**THE TASK**
Please return only the lines from the one holding "from lostwork.properties.fluid import Fluid" through the one holding "of outlets, each", exactly as they appear in the records below, both ends included.

Top of WORKING DATA

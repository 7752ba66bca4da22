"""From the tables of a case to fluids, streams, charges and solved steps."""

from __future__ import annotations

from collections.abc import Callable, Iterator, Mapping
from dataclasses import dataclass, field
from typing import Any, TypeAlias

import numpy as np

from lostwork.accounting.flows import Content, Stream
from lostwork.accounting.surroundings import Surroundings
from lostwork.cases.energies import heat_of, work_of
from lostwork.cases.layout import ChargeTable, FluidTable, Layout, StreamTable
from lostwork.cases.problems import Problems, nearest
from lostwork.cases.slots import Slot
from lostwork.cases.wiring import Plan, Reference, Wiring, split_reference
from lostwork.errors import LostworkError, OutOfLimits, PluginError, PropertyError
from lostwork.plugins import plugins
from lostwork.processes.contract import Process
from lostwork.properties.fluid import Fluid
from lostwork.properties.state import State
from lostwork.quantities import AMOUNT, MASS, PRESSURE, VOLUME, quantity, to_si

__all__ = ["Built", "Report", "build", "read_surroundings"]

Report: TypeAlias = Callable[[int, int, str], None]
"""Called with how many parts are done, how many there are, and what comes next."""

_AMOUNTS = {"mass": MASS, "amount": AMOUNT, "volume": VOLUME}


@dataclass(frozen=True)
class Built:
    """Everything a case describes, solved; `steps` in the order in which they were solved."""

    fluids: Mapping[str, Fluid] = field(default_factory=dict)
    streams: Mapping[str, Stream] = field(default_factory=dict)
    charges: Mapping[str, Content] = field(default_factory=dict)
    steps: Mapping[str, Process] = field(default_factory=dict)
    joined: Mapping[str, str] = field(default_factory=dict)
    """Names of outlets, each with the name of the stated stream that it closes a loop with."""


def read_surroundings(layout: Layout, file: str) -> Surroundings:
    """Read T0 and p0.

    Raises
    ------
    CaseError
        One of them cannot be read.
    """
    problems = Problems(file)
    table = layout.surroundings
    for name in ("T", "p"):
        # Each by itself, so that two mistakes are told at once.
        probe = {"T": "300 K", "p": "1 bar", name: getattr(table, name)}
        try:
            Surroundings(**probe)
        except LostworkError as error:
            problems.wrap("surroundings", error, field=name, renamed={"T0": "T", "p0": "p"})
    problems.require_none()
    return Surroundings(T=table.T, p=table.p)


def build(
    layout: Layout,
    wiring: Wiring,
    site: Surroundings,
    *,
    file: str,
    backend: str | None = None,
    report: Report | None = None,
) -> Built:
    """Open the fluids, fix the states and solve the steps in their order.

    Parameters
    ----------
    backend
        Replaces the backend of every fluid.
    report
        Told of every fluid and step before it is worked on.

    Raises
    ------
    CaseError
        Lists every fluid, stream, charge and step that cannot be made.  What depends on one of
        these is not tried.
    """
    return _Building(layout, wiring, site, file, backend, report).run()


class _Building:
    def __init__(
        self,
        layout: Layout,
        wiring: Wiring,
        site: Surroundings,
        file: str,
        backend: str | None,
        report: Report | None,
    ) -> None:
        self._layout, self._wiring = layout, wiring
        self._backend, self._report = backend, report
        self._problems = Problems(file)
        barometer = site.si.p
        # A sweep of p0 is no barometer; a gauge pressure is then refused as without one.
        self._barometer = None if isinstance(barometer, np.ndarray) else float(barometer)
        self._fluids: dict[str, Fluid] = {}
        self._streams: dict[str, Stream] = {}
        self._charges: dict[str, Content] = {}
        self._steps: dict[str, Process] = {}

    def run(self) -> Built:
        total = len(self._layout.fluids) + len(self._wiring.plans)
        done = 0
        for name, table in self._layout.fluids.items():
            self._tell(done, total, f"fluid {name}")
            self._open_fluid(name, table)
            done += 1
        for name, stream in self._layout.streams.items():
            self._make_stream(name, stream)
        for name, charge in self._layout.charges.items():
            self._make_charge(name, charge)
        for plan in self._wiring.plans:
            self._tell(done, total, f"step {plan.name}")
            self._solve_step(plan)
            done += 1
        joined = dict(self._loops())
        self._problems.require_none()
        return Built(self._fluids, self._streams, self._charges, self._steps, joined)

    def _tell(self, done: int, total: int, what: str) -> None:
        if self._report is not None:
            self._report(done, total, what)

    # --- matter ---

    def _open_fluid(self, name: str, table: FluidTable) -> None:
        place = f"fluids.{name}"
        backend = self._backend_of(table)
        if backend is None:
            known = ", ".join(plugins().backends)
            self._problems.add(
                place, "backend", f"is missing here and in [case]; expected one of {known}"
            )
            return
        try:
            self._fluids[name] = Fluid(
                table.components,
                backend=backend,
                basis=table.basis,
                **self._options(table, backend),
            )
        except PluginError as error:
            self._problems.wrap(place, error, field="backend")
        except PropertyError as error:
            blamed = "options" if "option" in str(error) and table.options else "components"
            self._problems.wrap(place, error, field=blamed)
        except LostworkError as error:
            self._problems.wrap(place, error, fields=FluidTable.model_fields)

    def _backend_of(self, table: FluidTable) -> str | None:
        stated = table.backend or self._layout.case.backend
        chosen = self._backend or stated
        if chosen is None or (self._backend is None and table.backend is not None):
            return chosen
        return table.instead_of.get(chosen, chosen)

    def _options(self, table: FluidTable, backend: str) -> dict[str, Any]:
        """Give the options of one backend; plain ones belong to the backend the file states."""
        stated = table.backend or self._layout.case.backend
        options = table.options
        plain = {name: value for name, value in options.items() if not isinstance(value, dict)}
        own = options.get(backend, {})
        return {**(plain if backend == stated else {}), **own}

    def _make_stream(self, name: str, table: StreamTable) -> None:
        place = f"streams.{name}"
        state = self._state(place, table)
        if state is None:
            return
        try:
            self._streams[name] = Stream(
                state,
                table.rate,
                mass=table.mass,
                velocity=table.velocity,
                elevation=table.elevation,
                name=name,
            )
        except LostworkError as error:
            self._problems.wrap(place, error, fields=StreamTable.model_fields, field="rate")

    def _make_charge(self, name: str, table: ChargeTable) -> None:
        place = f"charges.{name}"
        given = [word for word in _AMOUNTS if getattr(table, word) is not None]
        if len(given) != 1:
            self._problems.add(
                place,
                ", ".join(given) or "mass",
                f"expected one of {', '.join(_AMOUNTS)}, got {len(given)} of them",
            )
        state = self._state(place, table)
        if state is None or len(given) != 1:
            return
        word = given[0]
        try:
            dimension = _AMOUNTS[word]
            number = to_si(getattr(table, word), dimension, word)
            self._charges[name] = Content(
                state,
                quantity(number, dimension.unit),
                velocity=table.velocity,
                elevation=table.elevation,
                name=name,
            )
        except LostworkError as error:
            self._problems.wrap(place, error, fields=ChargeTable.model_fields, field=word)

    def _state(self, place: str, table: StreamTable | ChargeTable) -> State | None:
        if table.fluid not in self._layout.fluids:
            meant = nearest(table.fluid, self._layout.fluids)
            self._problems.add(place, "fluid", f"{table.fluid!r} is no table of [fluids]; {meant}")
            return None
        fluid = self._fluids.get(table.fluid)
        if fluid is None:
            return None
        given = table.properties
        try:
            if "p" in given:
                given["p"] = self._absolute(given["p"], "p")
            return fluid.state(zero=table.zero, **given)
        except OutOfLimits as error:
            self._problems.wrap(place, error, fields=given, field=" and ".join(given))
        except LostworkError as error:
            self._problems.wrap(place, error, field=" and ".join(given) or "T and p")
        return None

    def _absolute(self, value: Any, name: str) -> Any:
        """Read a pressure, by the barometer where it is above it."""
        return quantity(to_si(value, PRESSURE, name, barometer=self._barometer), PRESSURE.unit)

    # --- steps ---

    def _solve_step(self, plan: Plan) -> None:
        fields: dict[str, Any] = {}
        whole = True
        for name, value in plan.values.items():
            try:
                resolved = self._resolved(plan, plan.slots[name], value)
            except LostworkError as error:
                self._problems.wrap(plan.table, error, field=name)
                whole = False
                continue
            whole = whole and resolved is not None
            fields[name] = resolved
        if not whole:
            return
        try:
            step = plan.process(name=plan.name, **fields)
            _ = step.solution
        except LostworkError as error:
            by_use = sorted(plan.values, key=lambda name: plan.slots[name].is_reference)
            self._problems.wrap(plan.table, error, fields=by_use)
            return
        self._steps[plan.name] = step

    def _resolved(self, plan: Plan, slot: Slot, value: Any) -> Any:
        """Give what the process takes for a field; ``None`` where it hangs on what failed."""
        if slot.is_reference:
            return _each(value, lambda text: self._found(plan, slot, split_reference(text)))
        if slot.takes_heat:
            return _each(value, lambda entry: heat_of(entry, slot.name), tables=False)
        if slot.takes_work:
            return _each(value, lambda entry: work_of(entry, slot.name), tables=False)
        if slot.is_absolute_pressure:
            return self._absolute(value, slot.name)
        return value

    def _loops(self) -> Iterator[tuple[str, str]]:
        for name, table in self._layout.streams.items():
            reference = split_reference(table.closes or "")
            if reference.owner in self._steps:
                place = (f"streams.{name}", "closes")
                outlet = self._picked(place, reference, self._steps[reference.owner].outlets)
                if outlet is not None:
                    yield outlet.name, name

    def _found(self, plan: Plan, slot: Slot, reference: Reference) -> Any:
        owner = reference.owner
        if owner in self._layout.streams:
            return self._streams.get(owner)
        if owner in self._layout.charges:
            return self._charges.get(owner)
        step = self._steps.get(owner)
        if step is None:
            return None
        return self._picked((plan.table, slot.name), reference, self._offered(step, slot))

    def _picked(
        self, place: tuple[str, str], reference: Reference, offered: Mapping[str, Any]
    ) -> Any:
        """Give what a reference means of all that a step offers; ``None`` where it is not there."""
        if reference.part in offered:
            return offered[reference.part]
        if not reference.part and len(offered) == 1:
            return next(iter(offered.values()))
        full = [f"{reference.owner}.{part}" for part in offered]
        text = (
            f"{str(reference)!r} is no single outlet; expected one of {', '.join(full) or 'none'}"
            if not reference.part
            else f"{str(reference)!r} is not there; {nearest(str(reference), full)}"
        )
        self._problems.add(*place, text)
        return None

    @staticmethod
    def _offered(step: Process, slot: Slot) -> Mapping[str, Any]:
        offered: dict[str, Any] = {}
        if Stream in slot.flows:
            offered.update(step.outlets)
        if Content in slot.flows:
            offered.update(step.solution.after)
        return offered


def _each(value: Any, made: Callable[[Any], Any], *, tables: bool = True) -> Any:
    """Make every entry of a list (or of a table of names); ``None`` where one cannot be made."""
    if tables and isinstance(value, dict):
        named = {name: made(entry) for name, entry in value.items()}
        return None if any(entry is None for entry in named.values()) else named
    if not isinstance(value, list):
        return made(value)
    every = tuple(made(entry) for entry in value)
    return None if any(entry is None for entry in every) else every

Bottom of WORKING DATA

**RESPONSE TO THE EXERCISE**
from lostwork.properties.fluid import Fluid
from lostwork.properties.state import State
from lostwork.quantities import AMOUNT, MASS, PRESSURE, VOLUME, quantity, to_si

__all__ = ["Built", "Report", "build", "read_surroundings"]

Report: TypeAlias = Callable[[int, int, str], None]
"""Called with how many parts are done, how many there are, and what comes next."""

_AMOUNTS = {"mass": MASS, "amount": AMOUNT, "volume": VOLUME}


@dataclass(frozen=True)
class Built:
    """Everything a case describes, solved; `steps` in the order in which they were solved."""

    fluids: Mapping[str, Fluid] = field(default_factory=dict)
    streams: Mapping[str, Stream] = field(default_factory=dict)
    charges: Mapping[str, Content] = field(default_factory=dict)
    steps: Mapping[str, Process] = field(default_factory=dict)
    joined: Mapping[str, str] = field(default_factory=dict)
    """Names of outlets, each with the name of the stated stream that it closes a loop with."""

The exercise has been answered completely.